# Bathing the hog.



## cookieboots (Aug 8, 2011)

Would Eucerin baby wash be ok to use on a Hedgie? Or generic baby wash in general?


----------



## Beloved Doll (Nov 21, 2013)

I usually use shampoos that are for cats. Unfortunately no one's invented Hedgehog shampoo yet.

Hedgehog skin is different from a human baby so I go with a critter that is as close as possible, which is a cat. Dog skin is different, they're more oily whereas cats and hedgehogs have drier skin.

I learned a long time ago how dry vs oily skin will have very different needs. I learned this from an ex-coworker used something (for the life of me I can't remember what it was) on a bird that had dry skin, mistaking the bird for another species that had more oily skin. As a result, the bird died. Because of that, I pay extra attention to the type of skin critters have. Dry skin will soak things up like a dry sponge, which makes them more vulnerable.


----------



## cookieboots (Aug 8, 2011)

Fair nuff what brand of shampoo do you use?


----------



## Beloved Doll (Nov 21, 2013)

I tend to change brands, going for whichever one smells good to me or is on sale or happens to grab my attention first. Just make sure it says it's for cats. I don't know if Hartz makes cat shampoo or not, but if they do, skip them. I do not trust that brand knowing they make flea products that leave pets looking like burn victims (in fact, just this morning, my cousin's cat was killed by this stuff).

Make sure you rinse the shampoo completely out. Which is easier with hedgehogs; quills don't hold shampoo as well as fur does. =P


----------



## LittleWontonPoo (Aug 31, 2013)

In this forum, most hedgie owners recommend the Aveeno oatmeal baby shampoo. I personally use that as well, because oatmeal helps soothe dry skin. You can definitely opt for cat shampoo, which I considered in the first place too. 

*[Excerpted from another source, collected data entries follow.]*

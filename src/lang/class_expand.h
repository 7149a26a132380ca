/* Expansion of a class expression into a class polynomial, with every way it
   can fail reported in words at the responsible node: the one place for the
   integrals of every class family (integrate.c, theta_lang.c, hodge_lang.c). */
#ifndef PSIKAPPA_CLASS_EXPAND_H
#define PSIKAPPA_CLASS_EXPAND_H

#include "classes/cpoly.h"
#include "interp.h"

/* Adds the expansion of c to P (initialised by the caller for its space and
   slots). Returns 1 on success; otherwise reports at the node that caused the
   failure, or at `where`, and returns 0. c stays owned by the caller. */
int class_expand_reported(cpoly *P, const node *where, const cx *c);

#endif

Additionally, Wonton smells like a goddess after a bath, haha. In fact, I should wash her today since she's starting to be a little bit stinky. :')


----------



## Tongue_Flicker (Jun 11, 2013)

Home-made oatmeal baths are good too. Simmer about 1/4 cup of oats in warm to slightly hot 1 cup water for about 2-3 minutes. Strain and drain, saving the now slippery white liquid and mix it with their bathing water. For quilling babies do half a cup of oats


----------



## Beloved Doll (Nov 21, 2013)

Sounds like a great idea - I wanna try that!


----------



## Tongue_Flicker (Jun 11, 2013)

And oh do not be tempted to use flavored oats. I know i did. Hard to resist the strawberry scent lol


----------



## Dtmcewen (Nov 27, 2013)

My breeder told me they dont need to be washed more than once a year... maybe a bit more with foot baths because they run in their own poo while running and stuff. Not sure how off that is... considering everyone in here seems they do it frequently


----------



## LittleWontonPoo (Aug 31, 2013)

Well, it's really up to you! I don't see the harm in bathing Wonton twice a month MAX. You may encounter a fairly stinky hedgie if you bathe him once a year. Sometimes, you are just forced to give those little sassy devils a bath because they get themselves in all sorts of trouble...And filth. Especially if they have some poop remnants on their belly. -smh-


----------



## Tongue_Flicker (Jun 11, 2013)

Baths are also crucial if ever you encounter a case like mine before (the reason i registered! ) where in my baby girl had both of her eyes wide shut caused by dried tears/lacrimal fluid or what not accompanied by her quilling which made things look worse for her. A solid warm bath was all it took to see her beautiful ruby red eyes again


----------



## Annie&Tibbers (Apr 16, 2013)

...I'd be a bit terrified of a hedgehog who received annual baths. Although we only see the poop-boots, when they're running in their wheels, all that pee is showering down on them... The most frequent form of irritation for their humans is not hedgehog quills, but all the crap on the quills getting shoved into our poor hands! And considering that a hedgehog whose wheel isn't cleaned and feet aren't bathed can get urine burns (never seen, only read about), I wonder if that can also happen to the rest of their skin if they keep getting more and more urine raining on them over months without it getting washed off.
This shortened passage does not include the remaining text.